= Jack Gross (endocrinologist) =

Canadian-Israeli endocrinologist (1921-1994)

Jack Gross (ג'ק גרוס; 1921-1994) was a Canadian-Israeli endocrinologist and one of the co-discoverers of Triiodothyronine (T3).

== Biography ==
Gross was born in Montreal, into a middle-class Jewish family and earned his M.D. and Phd from McGill University in 1949. His postdoctoral research was at the laboratory of Rosalind Pitt-Rivers at the British National Institute for Medical Research where they co-discovered the active form of thyroid hormone, Triiodothyronine (T3).

In 1952, Gross began teaching at the SUNY Downstate Medical School, where he became a full professor in 1956. In 1957 Gross moved to Jerusalem, Israel, to head the department of Experimental Medicine and Cancer Research in the newly established Hebrew University-Hadassah Medical School.

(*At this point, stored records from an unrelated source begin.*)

import { describe, expect, it } from 'vitest';
import { mkdtempSync, rmSync } from 'node:fs';
import { tmpdir } from 'node:os';
import { join } from 'node:path';
import { parseSince } from '../../src/cli/commands/history';
import { runCli } from '../../src/cli/main';
import { openQcStore, recordChip } from '../../src/io/qc-store';
import { captureIo } from '../helpers/cli-io';
import { chip, recordInput } from '../io/qc-store-fixtures';

describe('parseSince', () => {
  it('parseSince reads ISO 8601 dates and times as UTC unless an offset is given (ISO 8601 / RFC 3339)', () => {
    expect(parseSince('2026-12-01')).toBe('2026-12-01T00:00:00.000Z');
    expect(parseSince('2026-12-01T08:30')).toBe('2026-12-01T08:30:00.000Z');
    expect(parseSince('2026-12-01T08:30+02:00')).toBe('2026-12-01T06:30:00.000Z');
  });

  it('parseSince rejects what is not a date', () => {
    // Month 13 does not exist; '12/01/2026' is not ISO 8601 (ambiguous day/month order).
    for (const bad of ['yesterday', '2026-13-45', '12/01/2026']) expect(() => parseSince(bad)).toThrow(/not a date/);
  });
});

describe('lagbench history', () => {
  it('history prints the records as a table with hostile text kept as text, and --csv neutralises it', async () => {
    const dir = mkdtempSync(join(tmpdir(), 'lagbench-hist-'));
    try {
      const store = openQcStore(join(dir, 'lagbench-records.sqlite'));
      recordChip(store, recordInput(chip('=HYPERLINK("x")', 2e13, 1e-12), { operator: '@SUM(A1)', lot: '-L1' }));
      store.close();
      const t = captureIo(dir);
      expect(await runCli(['history'], t)).toBe(0);
      // CSV cells neutralised per OWASP "CSV Injection" (leading ' before = + - @); the table keeps text as text.
      expect(t.stdoutText()).toContain('=HYPERLINK("x")');
      expect(t.stdoutText()).toContain('1 record(s).');
      const c = captureIo(dir);
      expect(await runCli(['history', '--csv'], c)).toBe(0);
      const row = c.stdoutText().split('\r\n')[1] ?? '';
      expect(row).toContain(`"'=HYPERLINK(""x"")"`);
      expect(row).toContain(`"'@SUM(A1)"`);
      expect(row).toContain(`"'-L1"`);
      expect(row).toMatch(/,20000000000000,/); // R stays a plain number (the fixture's 2e13 Pa·s/m³)
    } finally {
      rmSync(dir, { recursive: true, force: true });
    }
  });
});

Between 1963 and 1967, Gross served as the chairman of the Authority for Research and Development of the Hebrew University and as dean of the Faculty of Medicine during the years 1974-1977. Together with Amirav Gordon, in 1968, Gross set up a joint venture with an American company called Ames, to produce radioimmunoassay based diagnostic kits for the thyroid axis, distributed globally.

In 1971, Gross was nominated as the first science adviser to the Israeli Ministry of Commerce and Industry, where he instituted a grants program to support industrial research. Additional roles held by Gross included president of the European Thyroid Association, president of the Israel Endocrine Society and chairman of the research committee of the Israel Cancer Association.

Gross's son, David Gross, is an endocrinologist at Hadassah medical center in the field of neuroendocrine tumors.